- Try it -
The answer is a number and nothing else: the count of lines in these entries containing the word "full".

Stored items
/---
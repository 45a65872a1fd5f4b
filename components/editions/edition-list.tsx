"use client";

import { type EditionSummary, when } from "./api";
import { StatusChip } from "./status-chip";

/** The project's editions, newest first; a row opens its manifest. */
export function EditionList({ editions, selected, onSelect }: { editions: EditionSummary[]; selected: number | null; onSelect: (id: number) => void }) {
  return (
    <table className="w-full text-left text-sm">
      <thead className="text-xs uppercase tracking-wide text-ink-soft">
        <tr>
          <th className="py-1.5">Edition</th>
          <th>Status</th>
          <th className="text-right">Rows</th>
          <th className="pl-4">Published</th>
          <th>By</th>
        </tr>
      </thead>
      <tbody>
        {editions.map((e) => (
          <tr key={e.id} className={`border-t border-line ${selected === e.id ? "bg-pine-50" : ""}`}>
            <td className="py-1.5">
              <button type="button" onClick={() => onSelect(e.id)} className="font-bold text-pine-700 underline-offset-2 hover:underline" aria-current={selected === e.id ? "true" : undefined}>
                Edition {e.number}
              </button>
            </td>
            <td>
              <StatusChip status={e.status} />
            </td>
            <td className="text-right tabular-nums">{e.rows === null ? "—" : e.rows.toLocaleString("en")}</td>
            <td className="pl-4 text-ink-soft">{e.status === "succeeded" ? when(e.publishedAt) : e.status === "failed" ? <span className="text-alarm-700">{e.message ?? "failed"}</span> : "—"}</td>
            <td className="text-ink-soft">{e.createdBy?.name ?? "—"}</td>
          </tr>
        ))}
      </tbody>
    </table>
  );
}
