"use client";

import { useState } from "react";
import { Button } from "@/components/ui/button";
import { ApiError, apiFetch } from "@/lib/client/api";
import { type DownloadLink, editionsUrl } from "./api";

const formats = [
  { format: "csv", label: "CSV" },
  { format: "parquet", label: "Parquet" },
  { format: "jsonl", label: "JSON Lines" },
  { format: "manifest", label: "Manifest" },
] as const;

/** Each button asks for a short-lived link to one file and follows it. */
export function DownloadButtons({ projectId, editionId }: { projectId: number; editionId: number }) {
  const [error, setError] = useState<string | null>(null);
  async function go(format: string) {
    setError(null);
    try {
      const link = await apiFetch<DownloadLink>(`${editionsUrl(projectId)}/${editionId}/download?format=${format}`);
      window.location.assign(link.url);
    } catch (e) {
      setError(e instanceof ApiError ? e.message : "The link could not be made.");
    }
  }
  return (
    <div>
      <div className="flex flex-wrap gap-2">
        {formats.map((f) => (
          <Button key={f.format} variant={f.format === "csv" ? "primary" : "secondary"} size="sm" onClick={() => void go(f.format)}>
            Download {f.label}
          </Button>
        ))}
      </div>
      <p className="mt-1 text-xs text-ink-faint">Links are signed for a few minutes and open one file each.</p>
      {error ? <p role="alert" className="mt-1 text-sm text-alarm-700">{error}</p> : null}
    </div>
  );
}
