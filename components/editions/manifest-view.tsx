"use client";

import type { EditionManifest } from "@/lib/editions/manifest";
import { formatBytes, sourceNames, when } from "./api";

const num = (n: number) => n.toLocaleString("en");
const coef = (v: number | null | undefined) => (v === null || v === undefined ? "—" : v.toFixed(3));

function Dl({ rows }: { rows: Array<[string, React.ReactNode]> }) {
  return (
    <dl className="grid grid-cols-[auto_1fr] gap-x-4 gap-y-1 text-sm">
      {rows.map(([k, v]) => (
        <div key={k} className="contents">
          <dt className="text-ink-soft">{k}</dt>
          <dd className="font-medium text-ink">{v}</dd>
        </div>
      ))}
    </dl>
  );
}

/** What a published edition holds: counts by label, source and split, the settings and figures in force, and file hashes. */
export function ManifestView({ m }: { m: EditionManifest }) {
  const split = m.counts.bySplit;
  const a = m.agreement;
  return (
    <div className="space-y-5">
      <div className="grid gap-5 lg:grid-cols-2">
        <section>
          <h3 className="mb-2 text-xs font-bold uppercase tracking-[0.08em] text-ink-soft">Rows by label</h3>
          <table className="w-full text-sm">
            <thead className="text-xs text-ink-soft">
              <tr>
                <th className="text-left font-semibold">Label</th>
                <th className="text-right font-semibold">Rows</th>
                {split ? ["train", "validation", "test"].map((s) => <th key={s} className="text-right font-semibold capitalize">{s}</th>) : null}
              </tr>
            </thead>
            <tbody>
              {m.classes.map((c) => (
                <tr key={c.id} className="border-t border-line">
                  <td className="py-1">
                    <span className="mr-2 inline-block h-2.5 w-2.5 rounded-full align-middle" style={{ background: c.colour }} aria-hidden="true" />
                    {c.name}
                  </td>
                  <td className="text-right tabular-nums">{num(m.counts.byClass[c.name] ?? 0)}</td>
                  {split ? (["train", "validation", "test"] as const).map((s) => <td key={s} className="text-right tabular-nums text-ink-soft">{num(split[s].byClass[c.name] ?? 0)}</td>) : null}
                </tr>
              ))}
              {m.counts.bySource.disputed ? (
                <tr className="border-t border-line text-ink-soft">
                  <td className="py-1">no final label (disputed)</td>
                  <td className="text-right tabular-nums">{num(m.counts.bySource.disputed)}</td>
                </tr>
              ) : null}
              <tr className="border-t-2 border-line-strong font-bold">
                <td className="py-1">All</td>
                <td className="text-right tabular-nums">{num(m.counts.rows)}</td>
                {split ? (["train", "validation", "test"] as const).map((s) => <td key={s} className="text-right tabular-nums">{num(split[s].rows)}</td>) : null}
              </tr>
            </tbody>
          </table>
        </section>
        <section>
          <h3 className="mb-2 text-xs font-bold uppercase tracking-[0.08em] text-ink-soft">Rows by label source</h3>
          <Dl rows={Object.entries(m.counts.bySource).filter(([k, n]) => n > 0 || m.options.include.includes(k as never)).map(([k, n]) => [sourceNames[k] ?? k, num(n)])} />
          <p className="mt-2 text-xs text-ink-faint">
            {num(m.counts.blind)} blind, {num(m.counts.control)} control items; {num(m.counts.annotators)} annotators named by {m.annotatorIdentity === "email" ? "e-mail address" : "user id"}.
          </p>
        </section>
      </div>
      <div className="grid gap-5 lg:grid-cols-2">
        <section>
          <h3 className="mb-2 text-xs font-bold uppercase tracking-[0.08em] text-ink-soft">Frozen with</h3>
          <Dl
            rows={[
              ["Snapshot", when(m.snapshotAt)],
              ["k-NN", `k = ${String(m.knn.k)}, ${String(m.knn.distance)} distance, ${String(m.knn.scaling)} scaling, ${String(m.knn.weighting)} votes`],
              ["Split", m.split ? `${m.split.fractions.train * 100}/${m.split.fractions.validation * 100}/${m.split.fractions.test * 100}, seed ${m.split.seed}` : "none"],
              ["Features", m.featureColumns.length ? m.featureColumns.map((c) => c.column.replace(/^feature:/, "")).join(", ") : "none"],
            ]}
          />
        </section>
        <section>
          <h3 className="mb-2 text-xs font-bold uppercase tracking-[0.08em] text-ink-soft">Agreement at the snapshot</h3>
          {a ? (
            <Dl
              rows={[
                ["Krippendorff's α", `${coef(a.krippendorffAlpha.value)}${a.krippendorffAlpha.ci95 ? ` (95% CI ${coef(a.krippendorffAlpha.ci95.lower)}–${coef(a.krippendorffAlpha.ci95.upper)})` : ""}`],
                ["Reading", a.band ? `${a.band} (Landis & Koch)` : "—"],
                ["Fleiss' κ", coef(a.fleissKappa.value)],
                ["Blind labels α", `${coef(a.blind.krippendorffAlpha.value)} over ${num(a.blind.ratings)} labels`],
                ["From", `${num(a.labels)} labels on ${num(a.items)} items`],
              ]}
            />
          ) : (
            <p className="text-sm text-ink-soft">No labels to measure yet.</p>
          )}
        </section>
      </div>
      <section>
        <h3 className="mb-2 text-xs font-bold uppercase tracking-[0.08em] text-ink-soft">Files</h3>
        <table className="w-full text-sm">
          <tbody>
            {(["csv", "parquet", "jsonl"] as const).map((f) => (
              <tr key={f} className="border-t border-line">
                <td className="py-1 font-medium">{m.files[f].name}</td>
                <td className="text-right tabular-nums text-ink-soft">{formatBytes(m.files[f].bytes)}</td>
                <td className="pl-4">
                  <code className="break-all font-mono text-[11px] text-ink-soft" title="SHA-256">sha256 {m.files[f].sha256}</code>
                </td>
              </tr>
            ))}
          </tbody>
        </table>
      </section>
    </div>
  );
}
\---
- Solved problem -
4